HappinessLetting GoAnnoyanceWell BeingNatureResiliencePerceptionFocusMindfulnessCognitionStressAgoraphobiaEmotional ResilienceCognitive ReframingMindful ResponseNature TherapyTalking

Transcript

Welcome to the Happiness Podcast.

I'm Dr.

Robert Puff.

I once gave an assignment to one of my clients who was having a hard time with life.

I encouraged her to go outdoors and spend some time in nature.

I thought that would be really helpful for her just to calm down and find some peace and beauty in her life.

When I asked her how it went the following week,

She said she went up to the local mountains and though it was very beautiful,

She found that the flies really bothered her and she really couldn't get anything out of the assignment because the flies were so bothersome.

I thought about it after she left because I've spent a lot of time in nature all over the world and I don't remember ever being bothered by flies,

At least to the point where they took away from the beauty of being in nature.

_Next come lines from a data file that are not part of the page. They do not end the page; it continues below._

/// An analysis plot as the user moves it: "Fit view" brings all the data back after a zoom or
/// a drag, and the curves' values at the pointer's x are written above the plot.
#[derive(Debug, Clone, Default, PartialEq)]
pub struct PlotView {
    fit: bool,
    /// The bounds last drawn, in plot coordinates (log10 of the input on a log axis):
    /// `[x_min, x_max, y_min, y_max]`.
    pub bounds: Option<[f64; 4]>,
    /// Where the plot's frame was last drawn, in points.
    pub rect: Option<egui::Rect>,
    /// The curves read at the pointer's x, while the pointer is over the plot.
    pub reading: Option<String>,
}

impl PlotView {
    /// Draws the plot of `curves` (read at the pointer) with the items `add` draws.
    pub fn show(
        &mut self,
        ui: &mut Ui,
        id: &str,
        x_label: String,
        log: bool,
        curves: Vec<(String, Vec<[f64; 2]>)>,
        add: impl FnOnce(&mut PlotUi<'_>),
    ) {
        self.show_with_height(ui, id, x_label, log, curves, None, add);
    }

    /// [`PlotView::show`] at a given height (the rest of the space when `None`).
    #[allow(clippy::too_many_arguments)]
    pub fn show_with_height(
        &mut self,
        ui: &mut Ui,
        id: &str,
        x_label: String,
        log: bool,
        mut curves: Vec<(String, Vec<[f64; 2]>)>,
        height: Option<f32>,
        add: impl FnOnce(&mut PlotUi<'_>),
    ) {
        // Read by x, whichever way the scan ran.
        for (_, points) in &mut curves {
            points.sort_by(|a, b| a[0].total_cmp(&b[0]));
        }
        ui.horizontal_wrapped(|ui| {
            if ui
                .button("Fit view")
                .on_hover_text("Show all the data again after zooming or dragging")
                .clicked()
            {
                self.fit = true;
            }
            let text = self.reading.as_deref().map_or_else(
                || RichText::new("Point at the plot to read the curves").weak(),
                |r| RichText::new(r.replace('\n', "  ·  ")),
            );
            ui.label(text);
        });
        let height = height.unwrap_or_else(|| ui.available_height()).max(160.0);
        let mut plot = potential_plot(id, x_label.clone(), log, height, curves.clone());
        if std::mem::take(&mut self.fit) {
            plot = plot.reset();
        }
        let shown = plot.show(ui, add);
        let b = shown.transform.bounds();
        self.bounds = Some([b.min()[0], b.max()[0], b.min()[1], b.max()[1]]);
        self.rect = Some(*shown.transform.frame());
        let reading = shown.response.hover_pos().map(|pos| {
            let x = shown.transform.value_from_position(pos).x;
            readout(&x_label, log, x, &curves)
        });
        if reading != self.reading {
            self.reading = reading;
            ui.ctx().request_repaint();
        }
    }
}

fn line_of(points: impl Iterator<Item = (f64, Option<f64>)>, log: bool) -> Vec<[f64; 2]> {
    points
        .filter_map(|(x, y)| Some([plot_x(x, log), y?]))
        .filter(|p| p[0].is_finite() && p[1].is_finite())
        .collect()
}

So the next time I went out,

I actually paid attention.

And she was correct.

There were flies and they did get in your eyes or in your ears or around your face.

It was true.

But they didn't bother me that time and they had never bothered me in the past.

How could two people have such a different experience?

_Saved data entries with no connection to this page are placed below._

@settings(max_examples=80, deadline=None, suppress_health_check=[HealthCheck.too_slow])
@given(sections=st.lists(_section_text(), min_size=1, max_size=6), rate=_rates)
def test_l1_bound_never_below_max_gain(scratch, sections, rate):
    _, chain, a = assess_text(scratch, _chain_recipe(sections), rate)
    peak_h, _ = dense_max_abs_h(chain.sos, rate)
    # analytic (Oppenheim & Schafer, BIBO): |H(e^jw)| <= sum |h[n]| for every w
    assert a.peak_gain >= peak_h * (1 - 1e-9)
    # the guard's max gain is no lower than the dense scipy grid (its grid is refined), and
    # never above the L1 bound; tolerance 0.01 dB, common practice, no published source
    assert a.max_gain_db >= 20 * math.log10(peak_h) - 0.01
    # (the guard floors gains at guard.FLOOR_DB, -300 dB, so a chain muted below that reads -300)
    assert a.max_gain_db <= max(20 * math.log10(a.peak_gain), FLOOR_DB) + 1e-9
    # numpy.roots (reference library): radius of every row's denominator
    radius = max(np.max(np.abs(np.roots(row[3:]))) if np.any(row[4:]) else 0.0 for row in chain.sos)
    assert_allclose(a.max_pole_radius, radius, rtol=1e-12)
    assert a.max_pole_radius < 1.0 and a.accepted


@settings(max_examples=60, deadline=None)
@given(gain_db=st.floats(-119.0, 119.0), rate=_rates)
def test_l1_of_pure_gain_is_its_magnitude(scratch, gain_db, rate):
    _, _, a = assess_text(scratch, f"format: 1\nchain:\n  - {{type: gain, gain_db: {gain_db!r}}}\n"
                                   "guard: {max_gain_db: 120}\n", rate)
    g = 10 ** (gain_db / 20)
    assert_allclose(a.peak_gain, g, rtol=1e-12)                 # analytic: h = g delta, sum |h| = |g|
    assert_allclose([a.max_gain_db, a.min_gain_db], gain_db, atol=1e-9)   # analytic: flat
    assert a.max_pole_radius == 0.0                             # analytic: no feedback, no poles


@settings(max_examples=100, deadline=None)
@given(b0=st.floats(-4.0, 4.0).filter(lambda v: abs(v) > 1e-3),
       a0=st.floats(0.25, 4.0), sign=st.sampled_from([1.0, -1.0]),
       ratio=st.floats(-0.995, 0.995), rate=_rates)
def test_l1_of_first_order_iir_is_geometric_series(scratch, b0, a0, sign, ratio, rate):
    a0 *= sign
    a1 = ratio * a0
    text = f"format: 1\nchain:\n  - {{type: iir, b: [{b0!r}], a: [{a0!r}, {a1!r}]}}\nguard: {{max_gain_db: 120}}\n"
    _, _, a = assess_text(scratch, text, rate)
    c = a1 / a0
    # analytic (geometric series): h[n] = (b0/a0)(-c)^n, sum |h| = |b0/a0| / (1 - |c|)
    assert_allclose(a.peak_gain, abs(b0 / a0) / (1 - abs(c)), rtol=1e-9)
    # numpy.roots (reference library) of the denominator as typed
    assert_allclose(a.max_pole_radius, np.max(np.abs(np.roots([a0, a1]))), rtol=1e-9, atol=1e-15)


@settings(max_examples=80, deadline=None)
@given(r=st.floats(0.05, 0.999), theta=st.floats(0.01, 3.1), b=st.lists(st.floats(-2, 2), min_size=1, max_size=3)
       .filter(lambda v: any(abs(x) > 1e-3 for x in v)), rate=_rates)
def test_pole_radius_of_second_order_iir(scratch, r, theta, b, rate):
    a = [1.0, -2 * r * math.cos(theta), r * r]
    text = f"format: 1\nchain:\n  - {{type: iir, b: {b!r}, a: {a!r}}}\nguard: {{max_gain_db: 120}}\n"
    _, chain, asmt = assess_text(scratch, text, rate)
    # numpy.roots (reference library); analytic: roots r e^{+-j theta}
    assert_allclose(asmt.max_pole_radius, np.max(np.abs(np.roots(a))), rtol=1e-9)
    assert_allclose(asmt.max_pole_radius, r, rtol=1e-9)
    peak_h, _ = dense_max_abs_h(chain.sos, rate, n=1 << 13)
    assert asmt.peak_gain >= peak_h * (1 - 1e-9)   # analytic (BIBO): L1 >= max |H|


# --------------------------------------------------------------------------- guard decisions

def test_max_gain_exceeded_names_the_culprit(run, tmp_path):
    _, chain, a = run("""format: 1
chain:
  - {type: peak, freq: 1000, gain_db: 3, q: 1}
  - {type: peak, freq: 5000, gain_db: 10, q: 2, label: sibilance lift}
  - {type: gain, gain_db: -1}
guard:
  max_gain_db: 6
""")
    assert not a.accepted
    (err,) = [p for p in a.problems if p.severity == "error"]
    assert (err.where.path, err.where.line, err.where.col) == (str(tmp_path / "r.yaml"), 4, 5)
    assert "above guard.max_gain_db 6 dB" in err.message
    assert "chain[1] peak 5000 Hz (sibilance lift) contributes +10.0 dB" in err.message
    peak_h, f_h = dense_max_abs_h(chain.sos, 48000)
    # scipy.signal.freqz_sos (reference library) on a dense grid; 0.01 dB / 1 % in frequency
    assert_allclose(a.max_gain_db, 20 * math.log10(peak_h), atol=0.01)
    assert_allclose(a.max_gain_hz, f_h, rtol=0.01)


def test_max_gain_just_below_limit_accepted(run):
    # W3C Audio EQ Cookbook: a lone peak reaches exactly gain_db at f0
    _, _, a = run("format: 1\nchain:\n  - {type: peak, freq: 2000, gain_db: 5.9, q: 3}\nguard: {max_gain_db: 6}\n")
    assert a.accepted
    assert_allclose(a.max_gain_db, 5.9, atol=1e-6)
    assert_allclose(a.max_gain_hz, 2000.0, rtol=1e-4)


def test_culprit_inside_an_included_recipe_points_into_that_file(tmp_path):
    (tmp_path / "house.yaml").write_text("format: 1\nchain:\n  - {type: high_shelf, freq: 8000, gain_db: 9}\n")
    (tmp_path / "top.yaml").write_text("format: 1\ninclude: house.yaml\nchain:\n  - {type: gain, gain_db: -1}\n"
                                       "guard: {max_gain_db: 3}\n")
    recipe = load(tmp_path / "top.yaml")
    a = assess(design(recipe, 48000), recipe.guard, recipe)
    (err,) = a.problems
    assert err.where.path.endswith("house.yaml") and (err.where.line, err.where.col) == (3, 5)
    # W3C Audio EQ Cookbook: high shelf reaches its full gain at Nyquist: 9 - 1 = 8 dB
    assert_allclose(a.max_gain_db, 8.0, atol=1e-6)
    # flat (zero slope) at Nyquist: the location is defined only to ~0.1 %
    assert_allclose(a.max_gain_hz, 24000.0, rtol=1e-3)


def test_long_ringing_chain_is_a_warning_not_a_rejection(run, tmp_path):
    rate, f0, q = 48000, 1000.0, 200.0
    _, _, a = run(f"""format: 1
chain:
  - {{type: gain, gain_db: -3}}
  - {{type: bandpass, freq: {f0}, q: {q}, label: resonance}}
guard: {{max_decay_s: 0.1}}
""", rate)
    assert a.accepted
    (warn,) = a.problems
    assert warn.severity == "warning"
    assert "longer than guard.max_decay_s 0.1 s" in warn.message and "resonance" in warn.message
    assert (warn.where.line, warn.where.col) == (4, 5)
    # analytic: cookbook BPF a2 = (1 - alpha)/(1 + alpha) = r^2; the envelope r^n falls 60 dB
    # after ln(1e-3)/ln(r) samples. Tolerance 5 %: the sinusoid's first peak is not exactly at n = 0.
    alpha = math.sin(2 * math.pi * f0 / rate) / (2 * q)
    r = math.sqrt((1 - alpha) / (1 + alpha))
    assert_allclose(a.max_pole_radius, r, rtol=1e-12)
    assert_allclose(a.decay_s, math.log(1e-3) / math.log(r) / rate, rtol=0.05)


def test_short_chain_has_no_decay_warning(run):
    _, _, a = run("format: 1\nchain:\n  - {type: bandpass, freq: 1000, q: 2}\nguard: {max_decay_s: 0.1}\n")
    assert a.accepted and a.problems == ()


def test_pole_margin_rejects_low_butterworth_at_high_rate(tmp_path):
    # scipy.signal.butter(output='zpk') (reference library): the largest pole radius at each rate
    def radius(rate):
        _, p, _ = signal.butter(8, 10.0, btype="highpass", fs=rate, output="zpk")
        return float(np.max(np.abs(p)))

    r_low, r_high = radius(44100), radius(192000)
    assert r_low < r_high < 1.0      # analytic: the same corner sits closer to z = 1 at a higher rate
    margin = math.sqrt((1 - r_low) * (1 - r_high))     # between the two
    (tmp_path / "r.yaml").write_text(
        f"format: 1\nchain:\n  - {{type: highpass, freq: 10, order: 8, label: sub}}\n"
        f"guard: {{pole_margin: {margin!r}}}\n")
    recipe = load(tmp_path / "r.yaml")
    low = assess(design(recipe, 44100), recipe.guard, recipe)
    high = assess(design(recipe, 192000), recipe.guard, recipe)
    assert low.accepted
    assert_allclose(low.max_pole_radius, r_low, rtol=1e-12)
    assert not high.accepted
    assert_allclose(high.max_pole_radius, r_high, rtol=1e-12)
    (err,) = high.problems
    assert err.severity == "error" and (err.where.line, err.where.col) == (3, 5)
    assert err.message.startswith("at 192000 Hz chain[0] highpass 10 Hz (sub)")
    assert f"allowed: inside {1 - margin:.9g} (1 - guard.pole_margin)" in err.message
    assert math.isinf(high.peak_gain)


def test_huge_pole_margin_rejects_ordinary_butterworth(run):
    # pole_margin 0.5 allows only radii <= 0.5; a 20 Hz Butterworth at 96 kHz has poles near z = 1
    _, _, a = run("format: 1\nchain:\n  - {type: highpass, freq: 20, order: 4}\nguard: {pole_margin: 0.5}\n", 96000)
    # scipy.signal.butter(output='zpk') (reference library): the largest pole radius, about 0.9995
    _, poles, _ = signal.butter(4, 20.0, btype="highpass", fs=96000, output="zpk")
    r_ref = float(np.max(np.abs(poles)))
    assert r_ref > 0.5
    assert_allclose(a.max_pole_radius, r_ref, rtol=1e-12)
    assert not a.accepted
    assert "has a pole at radius" in a.problems[0].message
    assert "allowed: inside 0.5 (1 - guard.pole_margin)" in a.problems[0].message   # 1 - 0.5, analytic


def test_notch_minimum_is_deep_and_at_f0(run):
    _, _, a = run("format: 1\nchain:\n  - {type: notch, freq: 50, q: 25}\n")
    # W3C Audio EQ Cookbook: the notch has its zero at f0
    assert a.min_gain_db < -100.0
    assert_allclose(a.min_gain_hz, 50.0, rtol=1e-6)
    assert_allclose(a.max_gain_db, 0.0, atol=1e-6)   # W3C Audio EQ Cookbook: 0 dB far away


def test_assessment_to_dict_is_json_safe_and_complete(run):
    _, _, a = run("format: 1\nchain:\n  - {type: peak, freq: 500, gain_db: -4, q: 2}\n")
    d = json.loads(json.dumps(a.to_dict(), allow_nan=False))
    for key in ("rate", "accepted", "rows", "max_pole_radius", "decay_60db_s", "max_gain_db", "max_gain_hz",
                "min_gain_db", "min_gain_hz", "worst_case_peak_gain", "worst_case_peak_gain_db", "problems"):
        assert key in d
    assert d["rate"] == 48000 and d["accepted"] is True and d["rows"] == 1
    assert_allclose(d["min_gain_db"], -4.0, atol=1e-6)   # W3C Audio EQ Cookbook: peak gain at f0
    # W3C Audio EQ Cookbook peakingEQ coefficients, written out here, and scipy.signal.lfilter
    # (reference library) for the impulse response: the worst-case peak gain is sum |h[n]|
    rate, f0, q, big_a = 48000, 500.0, 2.0, 10 ** (-4.0 / 40)
    w0 = 2 * math.pi * f0 / rate
    alpha = math.sin(w0) / (2 * q)
    b = [1 + alpha * big_a, -2 * math.cos(w0), 1 - alpha * big_a]
    a_ = [1 + alpha / big_a, -2 * math.cos(w0), 1 - alpha / big_a]
    impulse = np.zeros(1 << 16)                       # h has fallen below 1e-300 long before the end
    impulse[0] = 1.0
    l1 = float(np.sum(np.abs(signal.lfilter(b, a_, impulse))))
    assert_allclose(d["worst_case_peak_gain"], l1, rtol=1e-9)
    # analytic: the dB field is 20 log10 of the linear field (the two JSON fields agree)
    assert_allclose(d["worst_case_peak_gain_db"], 20 * math.log10(l1), rtol=1e-9)


def test_bundled_unstable_recipe_rejected_at_every_rate(repo_root):
    recipe = load(repo_root / "recipes" / "unstable-hand-typed.yaml")
    # analytic: roots of 1 - 1.95 z^-1 + 1.01 z^-2 have |z|^2 = 1.01 (product of the roots)
    for rate in (44100, 48000, 96000):
        a = assess(design(recipe, rate), recipe.guard, recipe)
        assert not a.accepted
        assert_allclose(a.max_pole_radius, math.sqrt(1.01), rtol=1e-9)
        assert (a.problems[0].where.line, a.problems[0].where.col) == (11, 41)   # value of `a`


def _cookbook_peak(f0: float, gain_db: float, q: float, rate: float) -> tuple[list[float], list[float]]:
    """W3C Audio EQ Cookbook peakingEQ, written out here (not from chainrun.design)."""
    a_lin = 10 ** (gain_db / 40)
    w0 = 2 * math.pi * f0 / rate
    alpha = math.sin(w0) / (2 * q)
    b = [1 + alpha * a_lin, -2 * math.cos(w0), 1 - alpha * a_lin]
    a = [1 + alpha / a_lin, -2 * math.cos(w0), 1 - alpha / a_lin]
    return b, a


def test_a_narrow_raw_resonance_between_grid_points_is_found(tmp_path):
    # A +40 dB, Q 2000 cookbook peak at 10023.5 Hz typed as raw coefficients (no freq for the guard to
    # look at), 5 Hz wide, falls between the log grid's points (about 25 Hz apart there); a broad +12 dB
    # peak elsewhere reads higher on the grid. The guard must still find +40 dB and reject the chain.
    b, a = _cookbook_peak(10023.5, 40.0, 2000.0, 48000)
    text = ("format: 1\nchain:\n"
            f"  - {{type: iir, b: [{b[0]!r}, {b[1]!r}, {b[2]!r}], a: [{a[0]!r}, {a[1]!r}, {a[2]!r}]}}\n"
            "  - {type: peak, freq: 300, gain_db: 12, q: 2}\n")
    _, chain, assessment = assess_text(tmp_path / "r.yaml", text, 48000)
    peak, at = dense_max_abs_h(chain.sos, 48000, n=1 << 22)   # scipy.signal.freqz_sos, 4 M points
    assert 20 * math.log10(peak) == pytest.approx(40.0, abs=0.05)             # W3C Audio EQ Cookbook: G at f0
    assert assessment.max_gain_db == pytest.approx(20 * math.log10(peak), abs=0.01)
    assert assessment.max_gain_hz == pytest.approx(at, abs=0.5)
    assert not assessment.accepted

She had spent very little time in nature out in the woods and I'd spent countless hours out in the woods.

How could we have such different experiences?

It really wasn't that we had different experiences.

We in many ways had the exact same experience.

I noticed flies were getting into my ears,

Into my face,

Crawling on my hands and on my legs.

And though I'd been in the woods countless times,

And of course flies are there and they do get in your face and in your eyes and on your legs,

All over your body.

I just didn't care.

They didn't take away anything from my being in nature.

You just swat them away and go forward.

Sometimes you just ignore them.

But for her,

They took away from the beauty of her experience.

And the two of us truly had a very different experience in nature.

But this story really reflects life in general.

I mean the classic case is one of driving.

How many people,

When they're commuting or traveling somewhere,

Really enjoy that time?

They might be listening to an audiobook,

Talking on the phone,

Listening to music on the radio.

I'm myriad of things that they enjoy.

And when there's traffic,

They just continue to do what they're doing.

And others,

By the time they get to work or wherever they're going,

Are completely stressed,

Overwhelmed and exhausted.

Even though it's the exact same commute for both people.

Why is that?

Well I'd like to share another story that just happened to me that might illustrate what's going on here.

I was just in New York City for a couple weeks,

Really enjoying myself.

I love art museums and they have some of the best art museums in the world there.

Well one museum that I've never been to before is called the Frick Collection.

It's not very far from the Met.

And I knew that they had some wonderful paintings from history,

So I was very excited to go there.

Well one thing that I really like doing at art museums is taking pictures of the paintings and the descriptions for a couple reasons.

One,

So I can study them later and really remember what I saw.

And also,

If any of you happen to follow me on Instagram,

You know that I post paintings of the pictures that I've seen on my Instagram account.

Well,

The first fly started buzzing around me when I started to take a picture of the first painting that I saw.

And one of the guards says,

Excuse me sir,

You cannot take pictures in this gallery.

It's posted all over.

I just arrived and I didn't see those signs.

And I was disappointed because I was looking forward to taking a lot of great pictures in this excellent museum.

Well,

Then a little later another fly came by and started buzzing in my face.

This time,

I was looking up close at a painting.

I always put my hands behind my back because I want them to know that I'm not going to touch it.

But I do like getting up close with my glasses so I can see how the artist painted the picture.

Well again,

A guard came up to me and said,

Excuse me sir,

You need to back up,

You're too close.

And I did,

But that fly was there.

Then finally,

The third fly came by.

I went downstairs and I asked the person who checked me in if I were to leave if I could come back because I wanted to go get lunch.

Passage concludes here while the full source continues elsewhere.